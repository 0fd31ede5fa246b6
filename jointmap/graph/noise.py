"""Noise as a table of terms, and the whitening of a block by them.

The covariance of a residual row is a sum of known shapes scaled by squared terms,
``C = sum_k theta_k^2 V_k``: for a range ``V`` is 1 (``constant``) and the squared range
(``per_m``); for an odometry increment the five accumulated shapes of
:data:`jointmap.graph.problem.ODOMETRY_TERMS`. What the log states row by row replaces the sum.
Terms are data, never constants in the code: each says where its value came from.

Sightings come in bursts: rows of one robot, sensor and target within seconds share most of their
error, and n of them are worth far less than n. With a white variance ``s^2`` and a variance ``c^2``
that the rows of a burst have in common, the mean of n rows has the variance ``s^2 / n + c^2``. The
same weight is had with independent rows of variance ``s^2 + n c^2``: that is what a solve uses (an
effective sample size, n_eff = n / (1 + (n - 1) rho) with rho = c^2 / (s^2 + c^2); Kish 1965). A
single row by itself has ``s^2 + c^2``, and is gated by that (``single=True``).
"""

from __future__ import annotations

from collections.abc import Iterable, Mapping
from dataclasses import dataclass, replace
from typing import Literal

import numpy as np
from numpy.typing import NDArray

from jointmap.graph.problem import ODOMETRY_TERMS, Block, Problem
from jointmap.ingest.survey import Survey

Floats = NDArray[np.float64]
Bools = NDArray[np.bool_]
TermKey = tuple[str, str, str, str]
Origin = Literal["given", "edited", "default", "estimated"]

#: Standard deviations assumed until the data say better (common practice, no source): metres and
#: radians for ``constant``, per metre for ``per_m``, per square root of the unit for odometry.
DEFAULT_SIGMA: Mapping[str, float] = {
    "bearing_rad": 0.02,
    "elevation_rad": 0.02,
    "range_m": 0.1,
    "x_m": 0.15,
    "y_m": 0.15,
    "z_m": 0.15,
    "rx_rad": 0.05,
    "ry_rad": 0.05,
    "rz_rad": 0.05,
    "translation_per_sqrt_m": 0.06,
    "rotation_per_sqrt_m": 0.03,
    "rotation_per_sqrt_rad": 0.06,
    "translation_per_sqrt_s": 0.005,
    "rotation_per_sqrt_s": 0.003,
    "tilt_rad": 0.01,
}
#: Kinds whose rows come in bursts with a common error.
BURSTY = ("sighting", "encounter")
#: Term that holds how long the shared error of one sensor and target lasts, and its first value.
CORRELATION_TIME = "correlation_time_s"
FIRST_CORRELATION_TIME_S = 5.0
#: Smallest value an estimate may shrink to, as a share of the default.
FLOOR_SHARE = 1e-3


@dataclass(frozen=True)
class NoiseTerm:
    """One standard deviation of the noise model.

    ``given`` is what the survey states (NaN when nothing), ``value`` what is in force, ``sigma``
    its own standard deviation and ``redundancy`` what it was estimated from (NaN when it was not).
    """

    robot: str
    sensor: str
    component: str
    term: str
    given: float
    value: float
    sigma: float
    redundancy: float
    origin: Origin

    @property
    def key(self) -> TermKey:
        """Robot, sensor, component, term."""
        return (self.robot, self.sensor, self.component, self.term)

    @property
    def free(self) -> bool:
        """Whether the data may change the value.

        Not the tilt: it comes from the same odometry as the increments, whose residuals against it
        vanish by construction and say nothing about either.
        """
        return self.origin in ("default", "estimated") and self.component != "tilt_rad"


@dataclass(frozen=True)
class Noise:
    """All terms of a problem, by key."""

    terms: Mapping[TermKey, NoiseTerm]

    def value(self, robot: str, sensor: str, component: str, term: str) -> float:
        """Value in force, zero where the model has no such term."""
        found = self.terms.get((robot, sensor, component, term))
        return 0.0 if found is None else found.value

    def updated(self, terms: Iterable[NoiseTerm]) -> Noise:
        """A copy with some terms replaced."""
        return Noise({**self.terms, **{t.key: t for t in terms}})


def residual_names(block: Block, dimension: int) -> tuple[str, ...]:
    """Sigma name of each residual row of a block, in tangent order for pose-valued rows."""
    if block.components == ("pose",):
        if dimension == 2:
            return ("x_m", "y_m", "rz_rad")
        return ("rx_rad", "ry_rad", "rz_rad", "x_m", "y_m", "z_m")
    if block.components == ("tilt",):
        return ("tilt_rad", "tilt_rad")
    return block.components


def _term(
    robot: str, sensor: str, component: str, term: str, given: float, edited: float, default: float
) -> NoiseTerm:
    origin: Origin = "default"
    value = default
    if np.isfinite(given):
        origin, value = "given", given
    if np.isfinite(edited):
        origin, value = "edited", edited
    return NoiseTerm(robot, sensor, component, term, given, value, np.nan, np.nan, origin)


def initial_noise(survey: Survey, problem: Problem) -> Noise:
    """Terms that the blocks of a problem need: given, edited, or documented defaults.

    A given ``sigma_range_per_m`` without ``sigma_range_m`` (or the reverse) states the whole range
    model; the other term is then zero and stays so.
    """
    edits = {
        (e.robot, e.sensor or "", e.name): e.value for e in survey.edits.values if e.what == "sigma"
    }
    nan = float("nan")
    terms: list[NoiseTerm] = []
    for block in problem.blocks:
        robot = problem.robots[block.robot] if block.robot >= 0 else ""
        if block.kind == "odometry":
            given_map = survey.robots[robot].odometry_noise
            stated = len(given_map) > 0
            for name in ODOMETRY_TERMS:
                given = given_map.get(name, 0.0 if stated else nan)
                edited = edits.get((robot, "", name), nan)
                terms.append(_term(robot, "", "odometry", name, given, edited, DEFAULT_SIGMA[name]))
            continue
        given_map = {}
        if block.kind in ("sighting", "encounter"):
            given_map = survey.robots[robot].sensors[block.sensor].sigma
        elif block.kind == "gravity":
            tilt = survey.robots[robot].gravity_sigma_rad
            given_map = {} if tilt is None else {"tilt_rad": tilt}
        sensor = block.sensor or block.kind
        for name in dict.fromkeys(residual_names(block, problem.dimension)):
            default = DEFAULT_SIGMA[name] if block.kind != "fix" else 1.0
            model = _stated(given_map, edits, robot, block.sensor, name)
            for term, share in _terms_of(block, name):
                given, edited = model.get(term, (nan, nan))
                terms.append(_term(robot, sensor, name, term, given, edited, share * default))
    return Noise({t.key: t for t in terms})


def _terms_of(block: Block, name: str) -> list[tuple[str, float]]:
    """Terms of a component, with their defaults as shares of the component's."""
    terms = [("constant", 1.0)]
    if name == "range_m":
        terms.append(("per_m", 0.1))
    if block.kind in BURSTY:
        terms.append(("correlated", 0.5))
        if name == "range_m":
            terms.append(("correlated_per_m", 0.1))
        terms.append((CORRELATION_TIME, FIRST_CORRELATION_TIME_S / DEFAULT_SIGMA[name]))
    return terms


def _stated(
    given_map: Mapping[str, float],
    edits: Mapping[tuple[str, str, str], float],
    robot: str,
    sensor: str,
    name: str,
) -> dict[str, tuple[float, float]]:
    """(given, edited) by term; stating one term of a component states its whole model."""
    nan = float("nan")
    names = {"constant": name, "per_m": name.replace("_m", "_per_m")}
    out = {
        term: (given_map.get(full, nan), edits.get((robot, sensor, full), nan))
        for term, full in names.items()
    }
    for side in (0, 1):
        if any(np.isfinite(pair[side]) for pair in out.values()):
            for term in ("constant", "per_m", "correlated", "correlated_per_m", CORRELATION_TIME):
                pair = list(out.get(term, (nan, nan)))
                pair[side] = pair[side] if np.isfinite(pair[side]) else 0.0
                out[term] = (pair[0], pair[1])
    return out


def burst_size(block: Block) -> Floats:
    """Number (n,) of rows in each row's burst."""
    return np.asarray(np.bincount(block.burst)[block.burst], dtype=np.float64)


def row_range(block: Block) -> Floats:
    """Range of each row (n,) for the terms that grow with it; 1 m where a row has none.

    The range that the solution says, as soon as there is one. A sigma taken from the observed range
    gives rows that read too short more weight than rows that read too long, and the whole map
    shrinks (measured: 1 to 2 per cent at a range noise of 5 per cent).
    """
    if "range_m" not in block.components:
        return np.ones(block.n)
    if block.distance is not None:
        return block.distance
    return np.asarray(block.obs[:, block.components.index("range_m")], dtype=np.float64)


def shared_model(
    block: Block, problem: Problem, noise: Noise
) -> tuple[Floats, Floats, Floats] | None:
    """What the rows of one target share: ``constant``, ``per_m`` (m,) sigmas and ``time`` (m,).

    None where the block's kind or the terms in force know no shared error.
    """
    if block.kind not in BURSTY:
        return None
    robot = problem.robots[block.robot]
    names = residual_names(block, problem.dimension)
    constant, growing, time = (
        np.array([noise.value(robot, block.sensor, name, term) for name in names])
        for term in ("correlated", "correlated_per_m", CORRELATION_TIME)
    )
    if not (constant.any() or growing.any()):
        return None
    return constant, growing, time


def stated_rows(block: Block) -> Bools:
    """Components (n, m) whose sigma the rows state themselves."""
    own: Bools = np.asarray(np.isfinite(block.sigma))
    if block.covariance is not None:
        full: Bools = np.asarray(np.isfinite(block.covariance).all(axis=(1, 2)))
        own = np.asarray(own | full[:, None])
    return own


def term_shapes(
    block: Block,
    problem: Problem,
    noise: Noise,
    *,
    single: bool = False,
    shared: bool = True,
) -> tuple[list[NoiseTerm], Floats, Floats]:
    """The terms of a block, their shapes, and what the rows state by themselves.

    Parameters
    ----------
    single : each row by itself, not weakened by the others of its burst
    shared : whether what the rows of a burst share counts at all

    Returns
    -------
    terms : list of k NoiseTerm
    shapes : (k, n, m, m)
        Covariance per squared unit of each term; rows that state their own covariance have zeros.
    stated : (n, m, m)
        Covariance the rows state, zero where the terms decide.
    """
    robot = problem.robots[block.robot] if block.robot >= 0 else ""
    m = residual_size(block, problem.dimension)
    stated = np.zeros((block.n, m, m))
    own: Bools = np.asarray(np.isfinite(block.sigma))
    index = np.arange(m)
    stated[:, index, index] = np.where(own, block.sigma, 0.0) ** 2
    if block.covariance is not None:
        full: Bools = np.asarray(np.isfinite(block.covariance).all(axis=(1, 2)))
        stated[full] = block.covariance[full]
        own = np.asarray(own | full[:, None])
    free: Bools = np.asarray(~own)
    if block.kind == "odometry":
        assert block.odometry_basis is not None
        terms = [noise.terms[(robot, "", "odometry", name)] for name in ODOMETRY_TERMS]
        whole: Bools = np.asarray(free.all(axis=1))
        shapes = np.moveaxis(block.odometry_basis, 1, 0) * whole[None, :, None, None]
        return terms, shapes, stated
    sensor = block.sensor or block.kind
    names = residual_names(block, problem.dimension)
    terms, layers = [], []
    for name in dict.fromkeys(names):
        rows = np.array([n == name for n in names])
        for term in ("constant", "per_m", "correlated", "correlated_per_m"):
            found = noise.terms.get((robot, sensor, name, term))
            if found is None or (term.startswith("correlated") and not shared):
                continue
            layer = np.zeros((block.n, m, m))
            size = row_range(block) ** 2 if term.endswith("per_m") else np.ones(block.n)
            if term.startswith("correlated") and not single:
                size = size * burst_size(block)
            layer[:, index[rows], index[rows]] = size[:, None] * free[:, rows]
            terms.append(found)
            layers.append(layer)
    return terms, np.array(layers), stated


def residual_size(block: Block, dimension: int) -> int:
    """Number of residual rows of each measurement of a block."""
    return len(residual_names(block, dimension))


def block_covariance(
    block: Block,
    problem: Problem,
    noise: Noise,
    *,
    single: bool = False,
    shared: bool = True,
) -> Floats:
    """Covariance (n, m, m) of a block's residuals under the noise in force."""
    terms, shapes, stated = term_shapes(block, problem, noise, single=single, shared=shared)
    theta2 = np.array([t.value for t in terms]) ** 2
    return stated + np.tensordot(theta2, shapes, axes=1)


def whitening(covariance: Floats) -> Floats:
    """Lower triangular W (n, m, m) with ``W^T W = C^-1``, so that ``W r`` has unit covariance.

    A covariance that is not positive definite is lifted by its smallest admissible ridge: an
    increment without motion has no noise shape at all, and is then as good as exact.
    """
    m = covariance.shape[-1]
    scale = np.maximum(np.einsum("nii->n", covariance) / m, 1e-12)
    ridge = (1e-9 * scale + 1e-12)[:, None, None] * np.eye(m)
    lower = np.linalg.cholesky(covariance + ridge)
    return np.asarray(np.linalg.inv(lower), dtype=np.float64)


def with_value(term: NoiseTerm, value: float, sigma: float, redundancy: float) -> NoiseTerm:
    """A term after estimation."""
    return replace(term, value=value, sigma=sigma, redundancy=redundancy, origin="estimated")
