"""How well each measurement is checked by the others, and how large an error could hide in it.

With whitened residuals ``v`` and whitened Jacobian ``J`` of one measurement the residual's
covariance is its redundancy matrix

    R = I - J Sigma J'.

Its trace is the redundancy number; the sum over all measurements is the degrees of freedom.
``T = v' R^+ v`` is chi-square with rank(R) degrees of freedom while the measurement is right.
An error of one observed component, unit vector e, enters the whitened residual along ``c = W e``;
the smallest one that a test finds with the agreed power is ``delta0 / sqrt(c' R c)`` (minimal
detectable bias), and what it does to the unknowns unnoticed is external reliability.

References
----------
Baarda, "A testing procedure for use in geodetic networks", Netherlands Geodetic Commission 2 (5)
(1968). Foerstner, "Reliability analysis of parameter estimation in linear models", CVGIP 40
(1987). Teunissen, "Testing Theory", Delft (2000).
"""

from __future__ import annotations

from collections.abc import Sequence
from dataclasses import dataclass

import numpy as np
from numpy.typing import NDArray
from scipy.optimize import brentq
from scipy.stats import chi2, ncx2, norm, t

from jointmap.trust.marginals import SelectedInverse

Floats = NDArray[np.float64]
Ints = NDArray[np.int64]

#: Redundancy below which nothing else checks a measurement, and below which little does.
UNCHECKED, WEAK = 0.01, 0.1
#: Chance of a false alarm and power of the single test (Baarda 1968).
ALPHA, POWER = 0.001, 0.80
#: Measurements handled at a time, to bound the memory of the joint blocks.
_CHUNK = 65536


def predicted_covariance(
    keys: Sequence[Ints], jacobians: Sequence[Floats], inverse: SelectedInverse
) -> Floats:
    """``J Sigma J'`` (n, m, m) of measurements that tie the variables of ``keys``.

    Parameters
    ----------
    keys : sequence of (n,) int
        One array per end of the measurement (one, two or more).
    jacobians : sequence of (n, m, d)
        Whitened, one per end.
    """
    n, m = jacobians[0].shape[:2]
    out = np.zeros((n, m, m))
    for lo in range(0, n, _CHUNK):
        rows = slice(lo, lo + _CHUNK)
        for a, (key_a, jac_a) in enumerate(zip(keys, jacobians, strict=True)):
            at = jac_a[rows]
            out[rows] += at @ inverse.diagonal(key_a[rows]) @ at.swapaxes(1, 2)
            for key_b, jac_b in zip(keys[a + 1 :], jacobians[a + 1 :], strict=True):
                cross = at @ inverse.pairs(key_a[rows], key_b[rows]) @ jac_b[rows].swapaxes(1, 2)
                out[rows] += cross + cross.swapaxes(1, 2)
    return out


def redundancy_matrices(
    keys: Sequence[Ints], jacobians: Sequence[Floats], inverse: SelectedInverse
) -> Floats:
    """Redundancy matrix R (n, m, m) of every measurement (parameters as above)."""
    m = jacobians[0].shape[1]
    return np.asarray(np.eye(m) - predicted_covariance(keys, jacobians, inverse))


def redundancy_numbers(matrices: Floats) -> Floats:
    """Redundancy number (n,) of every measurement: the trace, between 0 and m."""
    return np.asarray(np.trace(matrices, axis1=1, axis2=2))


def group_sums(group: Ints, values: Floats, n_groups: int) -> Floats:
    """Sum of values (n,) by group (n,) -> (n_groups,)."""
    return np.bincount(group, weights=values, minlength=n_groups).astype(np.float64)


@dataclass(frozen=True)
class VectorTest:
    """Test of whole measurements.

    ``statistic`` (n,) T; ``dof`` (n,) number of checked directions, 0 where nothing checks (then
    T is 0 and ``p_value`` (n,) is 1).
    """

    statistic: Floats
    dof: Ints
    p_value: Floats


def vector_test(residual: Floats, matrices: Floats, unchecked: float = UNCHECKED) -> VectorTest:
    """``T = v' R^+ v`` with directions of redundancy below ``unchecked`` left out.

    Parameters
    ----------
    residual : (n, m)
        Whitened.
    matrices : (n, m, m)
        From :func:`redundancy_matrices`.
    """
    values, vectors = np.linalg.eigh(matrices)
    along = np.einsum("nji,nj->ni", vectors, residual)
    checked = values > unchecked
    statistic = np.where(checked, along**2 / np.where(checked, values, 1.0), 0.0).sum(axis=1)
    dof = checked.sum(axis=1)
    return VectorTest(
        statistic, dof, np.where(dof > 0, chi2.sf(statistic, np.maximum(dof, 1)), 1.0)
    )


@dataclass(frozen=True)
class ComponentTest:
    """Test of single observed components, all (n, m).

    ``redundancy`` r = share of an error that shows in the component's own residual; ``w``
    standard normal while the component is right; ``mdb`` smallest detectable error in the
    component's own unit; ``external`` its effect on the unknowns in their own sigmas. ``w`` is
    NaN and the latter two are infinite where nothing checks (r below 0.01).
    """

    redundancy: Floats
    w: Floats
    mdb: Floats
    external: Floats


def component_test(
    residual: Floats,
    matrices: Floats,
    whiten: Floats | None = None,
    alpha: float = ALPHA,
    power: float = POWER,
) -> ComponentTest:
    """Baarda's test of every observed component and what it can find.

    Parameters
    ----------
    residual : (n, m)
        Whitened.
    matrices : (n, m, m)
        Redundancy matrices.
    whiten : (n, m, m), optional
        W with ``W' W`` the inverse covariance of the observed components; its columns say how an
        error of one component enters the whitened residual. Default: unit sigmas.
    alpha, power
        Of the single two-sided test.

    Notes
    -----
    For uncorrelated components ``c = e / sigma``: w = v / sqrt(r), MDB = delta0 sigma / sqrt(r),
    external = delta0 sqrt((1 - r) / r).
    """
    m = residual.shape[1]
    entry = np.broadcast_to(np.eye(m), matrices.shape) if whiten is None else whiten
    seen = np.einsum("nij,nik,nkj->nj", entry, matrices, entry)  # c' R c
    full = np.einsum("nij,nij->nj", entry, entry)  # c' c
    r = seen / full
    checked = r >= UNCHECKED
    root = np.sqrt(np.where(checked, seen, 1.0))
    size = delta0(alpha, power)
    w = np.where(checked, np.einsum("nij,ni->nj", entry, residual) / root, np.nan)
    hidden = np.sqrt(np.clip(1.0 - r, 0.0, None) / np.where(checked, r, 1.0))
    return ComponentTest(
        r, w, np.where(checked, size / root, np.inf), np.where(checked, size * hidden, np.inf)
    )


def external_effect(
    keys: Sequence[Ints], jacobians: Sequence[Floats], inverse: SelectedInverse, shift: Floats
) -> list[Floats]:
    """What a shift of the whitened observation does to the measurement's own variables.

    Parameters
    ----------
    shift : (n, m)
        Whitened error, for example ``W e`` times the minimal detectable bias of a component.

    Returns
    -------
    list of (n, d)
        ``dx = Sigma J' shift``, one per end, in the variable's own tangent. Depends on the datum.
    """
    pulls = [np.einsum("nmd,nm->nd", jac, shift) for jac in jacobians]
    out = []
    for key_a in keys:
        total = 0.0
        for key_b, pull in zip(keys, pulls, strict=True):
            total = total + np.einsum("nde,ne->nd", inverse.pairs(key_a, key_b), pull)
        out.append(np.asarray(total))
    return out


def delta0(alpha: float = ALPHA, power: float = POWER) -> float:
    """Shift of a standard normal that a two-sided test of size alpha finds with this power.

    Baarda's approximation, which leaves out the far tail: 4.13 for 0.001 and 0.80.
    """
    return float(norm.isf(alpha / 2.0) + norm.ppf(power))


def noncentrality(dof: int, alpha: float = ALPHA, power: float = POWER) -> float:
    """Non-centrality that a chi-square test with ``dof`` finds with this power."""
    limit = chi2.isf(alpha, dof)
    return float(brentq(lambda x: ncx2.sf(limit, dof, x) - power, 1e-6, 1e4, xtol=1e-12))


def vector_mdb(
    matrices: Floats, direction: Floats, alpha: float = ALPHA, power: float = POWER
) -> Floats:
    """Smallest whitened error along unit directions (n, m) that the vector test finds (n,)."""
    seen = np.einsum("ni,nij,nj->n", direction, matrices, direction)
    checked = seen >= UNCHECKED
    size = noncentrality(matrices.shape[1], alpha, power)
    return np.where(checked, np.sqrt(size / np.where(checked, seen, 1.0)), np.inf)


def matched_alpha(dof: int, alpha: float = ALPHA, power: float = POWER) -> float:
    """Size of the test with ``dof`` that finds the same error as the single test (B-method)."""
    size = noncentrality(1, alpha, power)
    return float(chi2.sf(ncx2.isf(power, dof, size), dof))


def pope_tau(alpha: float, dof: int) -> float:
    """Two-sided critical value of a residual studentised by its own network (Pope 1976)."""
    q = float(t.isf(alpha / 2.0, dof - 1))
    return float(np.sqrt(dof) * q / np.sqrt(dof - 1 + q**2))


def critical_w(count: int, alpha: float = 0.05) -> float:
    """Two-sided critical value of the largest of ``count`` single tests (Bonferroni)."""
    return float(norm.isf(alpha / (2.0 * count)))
####
Exercise: Each line in the records above that contains the word "when" must be copied.

Answer space:
    ``given`` is what the survey states (NaN when nothing), ``value`` what is in force, ``sigma``
    its own standard deviation and ``redundancy`` what it was estimated from (NaN when it was not).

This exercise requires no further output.